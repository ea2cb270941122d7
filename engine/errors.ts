// Every error a user can cause is a named class carrying the file, the field and the fix,
// so the command line prints one sentence and exits non-zero without a stack trace.

export class TidewrightError extends Error {
  override name = 'TidewrightError';
}

/** A station file (or station set) that cannot be used as written. */
export class StationFileError extends TidewrightError {
  override name = 'StationFileError';
  constructor(
    readonly file: string,
    readonly field: string,
    readonly problem: string,
    readonly fix: string,
  ) {
    super(`${file}: ${field}: ${problem}; ${fix}`);
  }
}

/** A bad command-line value (date, option) or other user input that is not a station file. */
export class UsageError extends TidewrightError {
  override name = 'UsageError';
  constructor(
    readonly option: string,
    readonly problem: string,
    readonly fix: string,
  ) {
    super(`${option}: ${problem}; ${fix}`);
  }
}

/** A gauge record (CSV) that cannot be analysed as written. */
export class RecordFileError extends TidewrightError {
  override name = 'RecordFileError';
  constructor(
    readonly file: string,
    readonly field: string,
    readonly problem: string,
    readonly fix: string,
  ) {
    super(`${file}: ${field}: ${problem}; ${fix}`);
  }
}
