const DAY = 86_400_000;
const ROOT_TOLERANCE_MS = 10; // crossings are printed to the second (model) and the minute (pages)
const HALLEY_ACCEPT_MS = 5_000; // Halley leaves an error ~K·step³: measured under 5 ms after a 5 s step, even next to a high or low water

/** A monotone piece of the curve: consecutive breakpoints with their heights. */
interface Breakpoints {
  times: number[];
  heights: number[];
  crossing(i: number, level: number): number; // the instant in (times[i], times[i+1]) where h = level
}

/**
 * Height and rate of rise of the kernel together (one cosine and sine per constituent for both), on the
 * same UTC-day windows as Predictor.heightAt, so the values are those of the prediction itself. Keeps
 * the last two day windows: roots are sought in time order and a piece may straddle a midnight.
 */
export function kernelEvaluator(predictor: Predictor): (t: number, out: KernelValue) => void {
  const n = predictor.names.length;
  const slots = [newPhasorWindow(n), newPhasorWindow(n)];
  const days = [Number.NaN, Number.NaN];
  let next = 0;
  return (t, out) => {
    const day = Math.floor(t / DAY);
    let w = days[0] === day ? slots[0]! : days[1] === day ? slots[1]! : null;
    if (!w) {
      w = predictor.window(day * DAY, (day + 1) * DAY, slots[next]!);
      days[next] = day;
      next = 1 - next;
    }
    const tau = (t - w.start) / 3_600_000;
    let h = 0;
    let rate = 0;
    let curvature = 0;
    for (let i = 0; i < n; i++) {
      const beta = w.beta[i]!;
      const b = beta * tau;
      const grow = 1 + b * (1 + b / 2); // e^{βτ}, as the kernel grows it
      const c = Math.cos(w.omega[i]! * tau);
      const s = Math.sin(w.omega[i]! * tau);
      const x = grow * (w.re[i]! * c - w.im[i]! * s);
      const y = grow * (w.re[i]! * s + w.im[i]! * c);
      const omega = w.omega[i]!;
      h += x;
      rate += beta * x - omega * y;
      curvature += (beta * beta - omega * omega) * x - 2 * beta * omega * y; // Re(λ²z), λ = β + iω
    }
    out.h = predictor.meanLevel + h;
    out.rate = rate;
    out.curvature = curvature;
  };
}

/** h (m), h′ (m/h) and h″ (m/h²) at one instant. */
export interface KernelValue {
  h: number;
  rate: number;
  curvature: number;
}

type Evaluate = ReturnType<typeof kernelEvaluator>;

/** Degree of the Taylor series a crossing is solved on, the bound's factorial, and its origins' spacing. */
const SERIES_DEGREE = 11;
const NEXT_FACTORIAL = 479_001_600; // (SERIES_DEGREE + 1)!
const MARK_HOURS = 1;
const MARKS = 24 / MARK_HOURS + 1; // both midnights of a kernel day window
const REUSE_MS = 7_200_000; // a series is tried again for a crossing this near its origin

/** A Taylor series of the prediction: h(origin + δ) ≈ Σ coef[n]·δⁿ (δ in hours), within remainder·|δ|^(d+1). */
export interface KernelSeries {
  origin: number; // UTC ms
  coef: Float64Array;
  remainder: number;
}

export function newKernelSeries(): KernelSeries {
  return { origin: Number.NaN, coef: new Float64Array(SERIES_DEGREE + 1), remainder: Number.NaN };
}
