// The harmonic constituents: the table in engine/constituents/table.ts resolved into speeds, Schureman's
// argument multipliers and node-factor terms. Speeds are computed from the Doodson numbers and the rates
// of the fundamental arguments, never typed in.

import { ARGUMENT_RATES } from './astro.js';
import { ASTRONOMICAL, COMPOUND, type NodalRule, type Species } from './constituents/table.js';

export type { NodalRule, Species } from './constituents/table.js';

/** One term of a constituent's node factor: f ← f·f_rule^fExponent, u ← u + uMultiplier·u_rule. */
export interface NodalTerm {
  rule: NodalRule;
  uMultiplier: number;
  fExponent: number;
}

/** Six numbers, one per fundamental argument (τ or T, s, h, p, N′ or N, p′). */
export type ArgumentMultipliers = readonly [number, number, number, number, number, number];

export interface Constituent {
  name: string;
  aliases: readonly string[];
  species: Species;
  /** Doodson numbers: multipliers of τ, s, h, p, N′, p′ (τ = T + h − s, N′ = −N). */
  doodson: ArgumentMultipliers;
  /** Schureman's multipliers of T, s, h, p, N, p′ in the equilibrium argument V. */
  multipliers: ArgumentMultipliers;
  /** Constant of V in degrees (Schureman's convention), in (−180, 180]. */
  phase: number;
  /** Angular speed, degrees per mean solar hour. */
  speed: number;
  nodal: readonly NodalTerm[];
  /** For compound (shallow-water) constituents: the parents and their multipliers; null otherwise. */
  parents: readonly (readonly [string, number])[] | null;
}

const SPECIES: readonly Species[] = [
  'long-period',
  'diurnal',
  'semidiurnal',
  'terdiurnal',
  'quarter-diurnal',
  'sixth-diurnal',
  'eighth-diurnal',
];

function speciesOf(name: string, tau: number): Species {
  const s = SPECIES[Math.abs(tau) === 0 ? 0 : Math.abs(tau) <= 3 ? Math.abs(tau) : Math.abs(tau) / 2 + 2];
  if (!s) throw new Error(`constituent ${name}: no species for ${tau} cycles per lunar day`);
  return s;
}

/** Doodson (τ-based) numbers → Schureman's (T-based) multipliers: a·τ = a·T + a·h − a·s, and N′ = −N. */
function schuremanMultipliers(d: ArgumentMultipliers): ArgumentMultipliers {
  return [d[0], d[1] - d[0], d[2] + d[0], d[3], d[4] === 0 ? 0 : -d[4], d[5]];
}

const RATES: ArgumentMultipliers = [ARGUMENT_RATES.T, ARGUMENT_RATES.s, ARGUMENT_RATES.h, ARGUMENT_RATES.p, ARGUMENT_RATES.N, ARGUMENT_RATES.pp];

function speedOf(m: ArgumentMultipliers): number {
  const r = RATES;
  return m[0] * r[0] + m[1] * r[1] + m[2] * r[2] + m[3] * r[3] + m[4] * r[4] + m[5] * r[5];
}

/** a + n·b, argument by argument. */
function plusTimes(a: ArgumentMultipliers, n: number, b: ArgumentMultipliers): ArgumentMultipliers {
  return [a[0] + n * b[0], a[1] + n * b[1], a[2] + n * b[2], a[3] + n * b[3], a[4] + n * b[4], a[5] + n * b[5]];
}

function wrapPhase(p: number): number {
  const r = ((p % 360) + 360) % 360;
  return r > 180 ? r - 360 : r;
}

function resolveTable(): Constituent[] {
  const byName = new Map<string, Constituent>();
  const out: Constituent[] = [];
  for (const row of ASTRONOMICAL) {
    const multipliers = schuremanMultipliers(row.doodson);
    const c: Constituent = {
      name: row.name,
      aliases: row.aliases ?? [],
      species: speciesOf(row.name, row.doodson[0]),
      doodson: [...row.doodson],
      multipliers,
      phase: wrapPhase(row.phase),
      speed: speedOf(multipliers),
      nodal: row.nodal === 'none' ? [] : [{ rule: row.nodal, uMultiplier: 1, fExponent: 1 }],
      parents: null,
    };
    byName.set(c.name, c);
    out.push(c);
  }
  for (const row of COMPOUND) {
    let doodson: ArgumentMultipliers = [0, 0, 0, 0, 0, 0];
    let phase = 0;
    const terms = new Map<NodalRule, NodalTerm>();
    for (const [parentName, n] of row.parents) {
      const parent = byName.get(parentName);
      if (!parent) throw new Error(`constituent ${row.name}: parent ${parentName} must come earlier in the table`);
      doodson = plusTimes(doodson, n, parent.doodson);
      phase += n * parent.phase;
      // Schureman: u of a compound is the sum of its parents' u, f the product of their f
      for (const term of parent.nodal) {
        const t = terms.get(term.rule) ?? { rule: term.rule, uMultiplier: 0, fExponent: 0 };
        t.uMultiplier += n * term.uMultiplier;
        t.fExponent += Math.abs(n) * term.fExponent;
        terms.set(term.rule, t);
      }
    }
    const multipliers = schuremanMultipliers(doodson);
    const c: Constituent = {
      name: row.name,
      aliases: row.aliases ?? [],
      species: speciesOf(row.name, doodson[0]),
      doodson,
      multipliers,
      phase: wrapPhase(phase),
      speed: speedOf(multipliers),
      nodal: [...terms.values()],
      parents: row.parents,
    };
    byName.set(c.name, c);
    out.push(c);
  }
  return out.sort((a, b) => a.speed - b.speed);
}

/** Every constituent the engine knows, in order of speed. */
export const CONSTITUENTS: readonly Constituent[] = resolveTable();

/** Canonical names, in order of speed (a station file may also use the aliases). */
export const CONSTITUENT_NAMES: readonly string[] = CONSTITUENTS.map((c) => c.name);

const LOOKUP = new Map<string, Constituent>();
for (const c of CONSTITUENTS) {
  for (const key of [c.name, ...c.aliases]) {
    const k = key.toUpperCase();
    if (LOOKUP.has(k)) throw new Error(`constituent name ${key} is used twice in the table`);
    LOOKUP.set(k, c);
  }
}

/** The constituent of that name or alias (case does not matter), or undefined. */
export function findConstituent(name: string): Constituent | undefined {
  return LOOKUP.get(name.trim().toUpperCase());
}

/** Speed of the named constituent in degrees per mean solar hour; throws on an unknown name. */
export function constituentSpeed(name: string): number {
  const c = findConstituent(name);
  if (!c) throw new Error(`unknown constituent "${name}"; known: ${CONSTITUENT_NAMES.join(', ')}`);
  return c.speed;
}
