// Access windows: when the predicted tide stands at or above (or at or below) a level.
//
// Method. Between two consecutive high and low waters the curve is monotone (they are every zero of
// h′ where it changes sign; a horizontal inflection does not break monotony), so it meets a level at
// most once there, and it does exactly when the level lies between the heights at the two ends. Each
// such crossing is bracketed and found as a root, never by sampling:
// - reference ports: on the harmonic prediction itself (Newton's method on h − L with the analytic h′,
//   bisection when a step leaves the bracket), to under a millisecond;
// - secondary ports: on the secondary curve, the half-cosine between the port's own high and low
//   waters, h = h1 + (h2 − h1)(1 − cos πx)/2, solved in closed form x = acos(1 − 2(L − h1)/(h2 − h1))/π.
//   That curve is an approximation between the port's events; SECONDARY_WINDOW_NOTE says how good.
import { findExtrema } from './extrema.js';
import type { Predictor } from './predict.js';
import type { EngineContext } from './context.js';
import { cosineCurve, predictorFor, tideEvents, type StationLookup } from './tides.js';
import type { Station, TideEvent, WindowSide } from './types.js';

export type { WindowSide } from './types.js';

/** An interval of UTC ms during which the window is open: start ≤ t < end. */
export interface OpenInterval {
  start: number;
  end: number;
}

/** How the crossings of a station are found: 'harmonic' on the prediction, 'secondary-curve' otherwise. */
export type WindowMethod = 'harmonic' | 'secondary-curve';

const DAY = 86_400_000;
const ROOT_TOLERANCE_MS = 0.5;

/** A monotone piece of the curve: consecutive breakpoints with their heights. */
interface Breakpoints {
  times: number[];
  heights: number[];
  crossing(i: number, level: number): number; // the instant in (times[i], times[i+1]) where h = level
}

/** Root of h − level between a and b, where (h(a) − level) and (h(b) − level) differ in sign. */
export function harmonicCrossing(predictor: Predictor, a: number, b: number, level: number): number {
  let lo = a;
  let hi = b;
  const rising = predictor.heightAt(b) > predictor.heightAt(a);
  let x = (lo + hi) / 2;
  for (let iter = 0; iter < 100 && hi - lo > ROOT_TOLERANCE_MS; iter++) {
    const f = predictor.heightAt(x) - level;
    if (f > 0 === rising) hi = x;
    else lo = x;
    const rate = predictor.rateAt(x) / 3_600_000; // metres per ms
    const next = rate !== 0 ? x - f / rate : Number.NaN;
    if (next > lo && next < hi) {
      if (Math.abs(next - x) < ROOT_TOLERANCE_MS / 2) return next;
      x = next;
    } else {
      x = (lo + hi) / 2;
    }
  }
  return (lo + hi) / 2;
}

/** Where the half-cosine from event a to event b meets the level (closed form; a and b bracket it). */
export function cosineCrossing(a: TideEvent, b: TideEvent, level: number): number {
  const c = 1 - (2 * (level - a.height)) / (b.height - a.height);
  return a.time + ((b.time - a.time) * Math.acos(Math.min(1, Math.max(-1, c)))) / Math.PI;
}

function harmonicBreakpoints(predictor: Predictor, events: readonly TideEvent[], from: number, to: number): Breakpoints {
  // The ends of the span are breakpoints too: the curve is monotone from `from` to the first event.
  const inside = events.filter((e) => e.time > from && e.time < to).map((e) => e.time);
  const times = [from, ...inside, to];
  return {
    times,
    heights: times.map((t) => predictor.heightAt(t)),
    crossing: (i, level) => harmonicCrossing(predictor, times[i]!, times[i + 1]!, level),
  };
}

function secondaryBreakpoints(events: readonly TideEvent[]): Breakpoints {
  return {
    times: events.map((e) => e.time),
    heights: events.map((e) => e.height),
    crossing: (i, level) => cosineCrossing(events[i]!, events[i + 1]!, level),
  };
}

const isOpen = (h: number, side: WindowSide, level: number): boolean => (side === 'above' ? h >= level : h <= level);

/** Open intervals over the breakpoints, clipped to [from, to). */
function intervalsOver(bp: Breakpoints, side: WindowSide, level: number, from: number, to: number): OpenInterval[] {
  const out: OpenInterval[] = [];
  const { times, heights } = bp;
  if (times.length === 0) return out;
  let open = isOpen(heights[0]!, side, level);
  let start = open ? times[0]! : Number.NaN;
  for (let i = 0; i + 1 < times.length; i++) {
    const next = isOpen(heights[i + 1]!, side, level);
    if (next === open) continue;
    const t = bp.crossing(i, level);
    if (open) out.push({ start, end: t });
    else start = t;
    open = next;
  }
  if (open) out.push({ start, end: times[times.length - 1]! });
  return out
    .map((w) => ({ start: Math.max(w.start, from), end: Math.min(w.end, to) }))
    .filter((w) => w.end > w.start);
}

/**
 * Every interval in [from, to) when the tide is at or above (`above`) or at or below (`below`) the
 * level, in time order, clipped to the span. `events` may pass high and low waters already computed
 * (they must cover [from − 2 days, to + 2 days) for a secondary port and [from, to) for a reference port).
 */
export function openIntervals(
  station: Station, set: StationLookup, side: WindowSide, level: number, from: number, to: number,
  events?: readonly TideEvent[], ctx?: EngineContext,
): OpenInterval[] {
  if (!(to > from)) return [];
  if (station.kind === 'reference') {
    const predictor = predictorFor(station, ctx);
    const evs = events ?? findExtrema(predictor, from, to);
    return intervalsOver(harmonicBreakpoints(predictor, evs, from, to), side, level, from, to);
  }
  const evs = events ?? tideEvents(station, set, from - 2 * DAY, to + 2 * DAY, ctx);
  return intervalsOver(secondaryBreakpoints(evs), side, level, from, to);
}

/** The method the crossings of a station come from. */
export function windowMethod(station: Station): WindowMethod {
  return station.kind === 'reference' ? 'harmonic' : 'secondary-curve';
}

/** The tide's height at an instant and whether it is rising: harmonic, or the secondary curve. */
export function heightAndTrend(
  station: Station, set: StationLookup, t: number,
): { height: number; trend: 'rising' | 'falling' } {
  if (station.kind === 'reference') {
    const p = predictorFor(station);
    return { height: p.heightAt(t), trend: p.rateAt(t) >= 0 ? 'rising' : 'falling' };
  }
  const events = tideEvents(station, set, t - 2 * DAY, t + 2 * DAY);
  const height = cosineCurve(events, t, 1, 1)[0]!;
  // Between a low and the next high the secondary curve rises.
  const next = events.find((e) => e.time > t);
  return { height, trend: next?.type === 'high' ? 'rising' : 'falling' };
}

/**
 * The caution for windows at a secondary port: how its crossings are found and how far to trust them.
 * Renderers print it beside secondary-port windows and hourly heights.
 */
// Measured on the demo reference ports over 2027 by drawing the same curve through their own high and low
// waters and comparing it with their harmonic prediction (minute steps): height differences up to 0.1 m
// (a symmetric tide) to 0.7 m (strong overtides), crossing times of levels at a quarter, half and three
// quarters of the range moved by up to 11 to 30 minutes, and by hours where a mixed tide stands near the level.
export const SECONDARY_WINDOW_NOTE =
  'At a secondary port, window times and hourly heights come from a half-cosine curve drawn between the '
  + "port's own predicted high and low waters, not from a harmonic prediction. The curve is exact at high "
  + 'and low water only; between them it can be out by 0.1 to 0.7 m and move a window by 10 to 30 minutes, '
  + 'and by hours where the tide stands near the level. Leave a wide margin.';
◇ ◇ ◇ ◇ ◇ ◇ ◇
● What you are asked to do: From the records above, transcribe exactly the run of lines that opens with the line holding "curvature: number;" and closes with the line holding "multipliers: ArgumentMultipliers;", both included.

● Output:
  curvature: number;
}

type Evaluate = ReturnType<typeof kernelEvaluator>;

/** Degree of the Taylor series a crossing is solved on, the bound's factorial, and its origins' spacing. */
const SERIES_DEGREE = 11;
const NEXT_FACTORIAL = 479_001_600; // (SERIES_DEGREE + 1)!
const MARK_HOURS = 1;
const MARKS = 24 / MARK_HOURS + 1; // both midnights of a kernel day window
const REUSE_MS = 7_200_000; // a series is tried again for a crossing this near its origin

/** A Taylor series of the prediction: h(origin + δ) ≈ Σ coef[n]·δⁿ (δ in hours), within remainder·|δ|^(d+1). */
export interface KernelSeries {
  origin: number; // UTC ms
  coef: Float64Array;
  remainder: number;
}

export function newKernelSeries(): KernelSeries {
  return { origin: Number.NaN, coef: new Float64Array(SERIES_DEGREE + 1), remainder: Number.NaN };
}
// The harmonic constituents: the table in engine/constituents/table.ts resolved into speeds, Schureman's
// argument multipliers and node-factor terms. Speeds are computed from the Doodson numbers and the rates
// of the fundamental arguments, never typed in.

import { ARGUMENT_RATES } from './astro.js';
import { ASTRONOMICAL, COMPOUND, type NodalRule, type Species } from './constituents/table.js';

export type { NodalRule, Species } from './constituents/table.js';

/** One term of a constituent's node factor: f ← f·f_rule^fExponent, u ← u + uMultiplier·u_rule. */
export interface NodalTerm {
  rule: NodalRule;
  uMultiplier: number;
  fExponent: number;
}

/** Six numbers, one per fundamental argument (τ or T, s, h, p, N′ or N, p′). */
export type ArgumentMultipliers = readonly [number, number, number, number, number, number];

export interface Constituent {
  name: string;
  aliases: readonly string[];
  species: Species;
  /** Doodson numbers: multipliers of τ, s, h, p, N′, p′ (τ = T + h − s, N′ = −N). */
  doodson: ArgumentMultipliers;
  /** Schureman's multipliers of T, s, h, p, N, p′ in the equilibrium argument V. */
  multipliers: ArgumentMultipliers;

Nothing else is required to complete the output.